_Task requirements_: Every line of the records that contains the string "items" counts once; give the total and nothing else.

_Saved entries_:
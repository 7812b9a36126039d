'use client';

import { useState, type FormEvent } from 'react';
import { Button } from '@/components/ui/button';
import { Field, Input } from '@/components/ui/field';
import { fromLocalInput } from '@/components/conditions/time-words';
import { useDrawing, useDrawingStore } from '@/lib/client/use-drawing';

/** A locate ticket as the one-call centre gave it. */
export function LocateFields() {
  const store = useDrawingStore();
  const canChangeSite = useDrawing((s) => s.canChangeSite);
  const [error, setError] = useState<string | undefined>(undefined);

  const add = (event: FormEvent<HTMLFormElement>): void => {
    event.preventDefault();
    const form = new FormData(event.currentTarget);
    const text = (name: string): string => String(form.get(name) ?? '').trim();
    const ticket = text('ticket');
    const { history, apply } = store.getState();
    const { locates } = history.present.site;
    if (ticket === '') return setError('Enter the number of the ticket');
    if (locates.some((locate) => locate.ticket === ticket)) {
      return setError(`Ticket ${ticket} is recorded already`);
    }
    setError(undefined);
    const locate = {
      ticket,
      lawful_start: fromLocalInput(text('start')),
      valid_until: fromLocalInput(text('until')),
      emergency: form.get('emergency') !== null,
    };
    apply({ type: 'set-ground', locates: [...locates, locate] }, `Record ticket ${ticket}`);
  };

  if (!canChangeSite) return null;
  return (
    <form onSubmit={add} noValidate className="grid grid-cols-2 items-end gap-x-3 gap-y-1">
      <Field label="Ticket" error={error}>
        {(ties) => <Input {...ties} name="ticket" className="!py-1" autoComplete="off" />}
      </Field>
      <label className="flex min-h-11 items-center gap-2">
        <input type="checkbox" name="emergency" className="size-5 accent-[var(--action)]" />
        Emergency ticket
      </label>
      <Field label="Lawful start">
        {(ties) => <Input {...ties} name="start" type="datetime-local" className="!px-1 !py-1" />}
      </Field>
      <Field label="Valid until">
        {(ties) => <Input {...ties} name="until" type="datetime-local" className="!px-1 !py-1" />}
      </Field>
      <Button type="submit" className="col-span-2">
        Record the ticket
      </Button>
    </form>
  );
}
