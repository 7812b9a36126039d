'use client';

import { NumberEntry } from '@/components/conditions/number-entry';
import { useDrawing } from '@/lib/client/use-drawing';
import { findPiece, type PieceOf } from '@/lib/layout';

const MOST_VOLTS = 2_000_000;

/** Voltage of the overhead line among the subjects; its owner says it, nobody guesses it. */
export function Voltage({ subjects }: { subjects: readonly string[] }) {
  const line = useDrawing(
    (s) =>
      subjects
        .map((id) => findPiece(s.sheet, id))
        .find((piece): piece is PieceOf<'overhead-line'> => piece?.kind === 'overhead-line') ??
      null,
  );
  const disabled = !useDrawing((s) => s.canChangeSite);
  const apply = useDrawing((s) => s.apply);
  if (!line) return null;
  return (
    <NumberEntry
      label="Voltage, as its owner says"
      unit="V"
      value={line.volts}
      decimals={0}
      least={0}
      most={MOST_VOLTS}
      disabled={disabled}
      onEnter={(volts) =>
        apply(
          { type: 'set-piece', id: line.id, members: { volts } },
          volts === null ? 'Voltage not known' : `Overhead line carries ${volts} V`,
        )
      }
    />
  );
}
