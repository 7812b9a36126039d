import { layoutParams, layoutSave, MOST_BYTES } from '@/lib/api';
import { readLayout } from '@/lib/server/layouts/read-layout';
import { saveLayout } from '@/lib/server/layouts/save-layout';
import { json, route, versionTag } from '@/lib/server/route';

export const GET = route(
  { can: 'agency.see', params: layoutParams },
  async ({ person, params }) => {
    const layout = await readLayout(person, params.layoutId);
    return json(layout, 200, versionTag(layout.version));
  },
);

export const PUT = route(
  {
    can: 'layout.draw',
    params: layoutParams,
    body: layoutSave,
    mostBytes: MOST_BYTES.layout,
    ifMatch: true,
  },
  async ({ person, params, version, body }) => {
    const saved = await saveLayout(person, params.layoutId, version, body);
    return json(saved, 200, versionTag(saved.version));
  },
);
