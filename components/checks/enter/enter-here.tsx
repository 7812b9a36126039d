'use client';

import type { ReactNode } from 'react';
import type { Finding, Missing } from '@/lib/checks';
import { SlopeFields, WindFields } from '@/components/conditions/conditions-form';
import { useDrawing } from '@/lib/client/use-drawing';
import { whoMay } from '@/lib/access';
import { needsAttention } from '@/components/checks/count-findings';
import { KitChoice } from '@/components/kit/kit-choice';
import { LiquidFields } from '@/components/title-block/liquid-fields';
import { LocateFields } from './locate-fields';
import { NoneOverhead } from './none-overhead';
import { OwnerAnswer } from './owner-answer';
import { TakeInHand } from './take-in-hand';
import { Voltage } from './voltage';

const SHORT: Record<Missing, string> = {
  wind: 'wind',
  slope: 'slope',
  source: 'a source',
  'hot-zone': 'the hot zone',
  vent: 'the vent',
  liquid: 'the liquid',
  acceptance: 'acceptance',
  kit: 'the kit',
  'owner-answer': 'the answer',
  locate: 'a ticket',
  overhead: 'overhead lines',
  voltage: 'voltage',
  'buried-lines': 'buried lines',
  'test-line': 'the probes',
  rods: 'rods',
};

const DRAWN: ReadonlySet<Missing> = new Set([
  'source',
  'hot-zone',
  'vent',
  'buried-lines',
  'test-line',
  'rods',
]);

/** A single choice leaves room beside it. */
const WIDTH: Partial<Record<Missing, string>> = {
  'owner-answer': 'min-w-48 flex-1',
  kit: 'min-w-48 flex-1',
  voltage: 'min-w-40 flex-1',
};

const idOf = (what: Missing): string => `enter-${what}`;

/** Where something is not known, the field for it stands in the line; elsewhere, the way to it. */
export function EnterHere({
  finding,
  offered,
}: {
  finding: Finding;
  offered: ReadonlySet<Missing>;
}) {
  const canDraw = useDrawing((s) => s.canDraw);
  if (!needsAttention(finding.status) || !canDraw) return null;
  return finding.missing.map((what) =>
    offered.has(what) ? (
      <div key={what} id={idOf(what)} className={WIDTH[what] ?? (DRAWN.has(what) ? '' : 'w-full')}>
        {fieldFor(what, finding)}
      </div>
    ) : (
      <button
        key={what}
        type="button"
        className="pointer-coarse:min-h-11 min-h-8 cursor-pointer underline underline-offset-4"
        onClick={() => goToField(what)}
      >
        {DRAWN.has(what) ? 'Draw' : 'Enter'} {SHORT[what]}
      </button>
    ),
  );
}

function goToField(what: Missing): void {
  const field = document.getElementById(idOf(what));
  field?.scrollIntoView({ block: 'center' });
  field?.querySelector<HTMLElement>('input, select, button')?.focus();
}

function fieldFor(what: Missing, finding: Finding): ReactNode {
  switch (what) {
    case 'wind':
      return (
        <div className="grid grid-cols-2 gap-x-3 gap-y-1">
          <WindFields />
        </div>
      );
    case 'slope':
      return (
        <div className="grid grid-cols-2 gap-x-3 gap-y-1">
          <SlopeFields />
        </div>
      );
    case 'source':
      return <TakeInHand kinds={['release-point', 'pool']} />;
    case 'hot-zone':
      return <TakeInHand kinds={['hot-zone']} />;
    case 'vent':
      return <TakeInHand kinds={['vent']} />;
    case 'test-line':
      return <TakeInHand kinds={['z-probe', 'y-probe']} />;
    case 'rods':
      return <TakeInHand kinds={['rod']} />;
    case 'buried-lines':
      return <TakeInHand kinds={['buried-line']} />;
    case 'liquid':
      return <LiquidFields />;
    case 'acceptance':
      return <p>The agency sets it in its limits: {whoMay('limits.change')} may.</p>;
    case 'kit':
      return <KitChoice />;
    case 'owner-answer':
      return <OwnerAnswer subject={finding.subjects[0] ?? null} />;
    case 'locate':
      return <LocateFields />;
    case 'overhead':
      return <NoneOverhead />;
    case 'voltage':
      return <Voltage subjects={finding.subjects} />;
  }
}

_Expected answer_: 2